The capacity of a closed cylindrical vessel of height 1 m is 15.4 litres. How many square metres of metal sheet would be needed to make it?
Solution:
We have,
Height of the cylindrical vessel (h) = 1 m
and volume of the cylindrical vessel = 15.4 litres …..(1)
Let the radius of the cylindrical vessel be r m, then
Volume of the cylindrical vessel = πr2h
⇒ 15.4 litres = $$\frac{22}{7}$$ × r2 × 1[Using (1)]
⇒ $$\frac{15.4}{1000} \mathrm{~m}^3=\frac{22}{7} r^2$$
⇒ $$\frac{15.4 \times 7}{1000 \times 22}=r^2$$
⇒ 0.0049 = r2
⇒ r = $$\sqrt{0.0049}$$
⇒ r = $$\sqrt{\frac{49}{10000}}$$
r = $$\frac{7}{100}$$
Required area of the metal sheet = Total surface area of the cylindrical vessel
= 2πrh + 2πr2
= 2 $$\frac{22}{7}$$ × 1 + 2 × $$\frac{22}{7} \times\left(\frac{7}{100}\right)^2$$
= $$\frac{44}{100}$$ + 0.0308
= 0.44 + 0.0308
= 0.4708 m2
Hence, area of the metal sheet required to make the vessel = 0.4708 m2. Question 7.
A lead pencil consists of a cylinder of wood with a solid cylinder of graphite filled in the interior. The diameter of the pencil is 7 mm and the diameter of the graphite is 1 mm. If the length of the pencil is 14 cm, find the volume of the wood and that of the graphite.
Solution:
We have,
Length of the cylindrical pencil (h)= 14 cm
Diameter of the cylindrical pencil = 7 mm
= $$\frac{7}{10}$$ cm
∴ Radius of the cylindrical pencil (R) = $$\frac{7}{20}$$ cm
and diameter of the cylindrical graphite
= 1 mm = $$\frac{1}{10}$$ cm
∴ Radius of the cylindrical graphite (r) = $$\frac{1}{10}$$
∴ Volume of the cylindrical pencil = πR2h
= $$\frac{22}{7} \times\left(\frac{7}{20}\right)^2 \times 14$$
= 5.39 cm3
and volume of the cylindrical graphite = πr2h
= $$\frac{22}{7} \times\left(\frac{1}{20}\right)^2 \times 14$$
= 0·11 cm3
Volume of the wood = Volume of the pencil – Volume of the graphite
= 5.39 – 0·11 = 5.28 cm3
Hence, volume of the wood = 5.28 cm3 and volume of the graphite = 0·11 cm3. Question 8.

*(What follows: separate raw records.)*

import { centrifuge } from '../centrifuge'
import { droplets } from '../droplets'
import { jarPlan } from '../jar-plan'
import { phaseFraction } from '../phase-fraction'
import { settling } from '../settling'
import { examples } from './examples'
import { fieldsOf, flag, given, list, number, numbers, optionalNumber, optionalNumbers, text } from './read'
import { topic } from './topic'

export const phaseFractionTopic = topic({
  name: 'phase-fraction',
  says: 'Internal phase of a formula by mass and volume',
  input: '{lines:[{percent, density, internal}]}',
  output: '{totalPercent, internalMassPercent, internalVolumePercent, highInternalPhase}',
  notes:
    'φ = Σ(w/ρ of the internal lines) / Σ(w/ρ). Drops of mixed sizes stay round above 74 %, so the threshold is customary, not sharp.',
  example: examples['phase-fraction'],
  read: (raw) => ({
    lines: list(fieldsOf(raw, '', ['lines']), 'lines', (item, path) => {
      const line = fieldsOf(item, path, ['percent', 'density', 'internal'])
      return {
        percent: number(line, 'percent'),
        density: number(line, 'density'),
        internal: flag(line, 'internal'),
      }
    }),
  }),
  compute: phaseFraction,
})

export const dropletsTopic = topic({
  name: 'droplets',
  says: 'Mean diameters, volume median and span of a droplet count',
  input: '{diametersUm:[], counts?:[]}',
  output: '{d10, d32, d43, d50v, span}',
  notes:
    'Moment means in the notation of ISO 9276-2. Quantiles are linear between the diameters, each standing at the middle of its own share of the volume.',
  example: examples.droplets,
  read: (raw) => {
    const fields = fieldsOf(raw, '', ['diametersUm', 'counts'])
    return {
      diametersUm: numbers(fields, 'diametersUm'),
      ...given({ counts: optionalNumbers(fields, 'counts') }),
    }
  },
  compute: droplets,
})

export const centrifugeTopic = topic({
  name: 'centrifuge',
  says: 'Relative centrifugal force',
  input: '{rpm, radiusMm}',
  output: '{rcf}',
  notes: 'RCF = 1.118·10⁻⁶ · r(mm) · rpm².',
  example: examples.centrifuge,
  read: (raw) => {
    const fields = fieldsOf(raw, '', ['rpm', 'radiusMm'])
    return { rpm: number(fields, 'rpm'), radiusMm: number(fields, 'radiusMm') }
  },
  compute: centrifuge,
})

export const settlingTopic = topic({
  name: 'settling',
  says: 'Stokes velocity of a single drop',
  input: '{diameterUm, densityDifference, viscosityMPas, g?:9.80665}',
  output: '{velocityMmPerDay}',
  notes: 'v = g·d²·Δρ/(18·η). Dilute limit only, never for a packed emulsion, where drops hold each other.',
  example: examples.settling,
  read: (raw) => {
    const fields = fieldsOf(raw, '', ['diameterUm', 'densityDifference', 'viscosityMPas', 'g'])
    return {
      diameterUm: number(fields, 'diameterUm'),
      densityDifference: number(fields, 'densityDifference'),
      viscosityMPas: number(fields, 'viscosityMPas'),
      ...given({ g: optionalNumber(fields, 'g') }),
    }
  },
  compute: settling,
})

export const jarPlanTopic = topic({
  name: 'jar-plan',
  says: 'Jars and grams that a study takes of one batch',
  input:
    '{stations:[{name, timePoints:[], watchJars, measuringJarsPerPull, spares}], initialJars, retains, fillG, batchG, lossPercent}',
  output: '{jars, watchJars, measuringJars, spares, grams, fits, shortG}',
  notes: 'Every station has its own watch jars and spares, and its measuring jars at each of its times.',
  example: examples['jar-plan'],
  read: (raw) => {
    const fields = fieldsOf(raw, '', ['stations', 'initialJars', 'retains', 'fillG', 'batchG', 'lossPercent'])
    return {
      stations: list(fields, 'stations', (item, path) => {
        const station = fieldsOf(item, path, [
          'name',
          'timePoints',
          'watchJars',
          'measuringJarsPerPull',
          'spares',
        ])
        return {
          name: text(station, 'name'),
          timePoints: numbers(station, 'timePoints'),
          watchJars: number(station, 'watchJars'),
          measuringJarsPerPull: number(station, 'measuringJarsPerPull'),
          spares: number(station, 'spares'),
        }
      }),
      initialJars: number(fields, 'initialJars'),
      retains: number(fields, 'retains'),
      fillG: number(fields, 'fillG'),
      batchG: number(fields, 'batchG'),
      lossPercent: number(fields, 'lossPercent'),
    }
  },
  compute: jarPlan,
})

A patient in a hospital is given soup daily in a cylindrical bowl of diameter 7 cm. If the bowl is filled with soup to a height of 4 cm, how much soup the hospital has to prepare daily to serve 250 patients?
Solution:
We have,
Height of the cylidrical bowl filled with soup (h) = 4 cm
Diameter of the cylindrical bowl (d) = 7 cm
∴ Radius of the cylindrical bowl (r) = $$\frac{7}{2}$$ cm
Volume of the soup for 1 patient = πr2h
= $$\frac{22}{7} \times\left(\frac{7}{2}\right)^2 \times 4$$
= 154 cm3
Volume of the soup for 250 patients
= 154 × 250 = 38500 cm3
= $$\frac{38500}{1000}$$ litres
= 38.5 litres
Hence, volume of the soup for 250 patients = 38500 cm3 or 38.5 litres.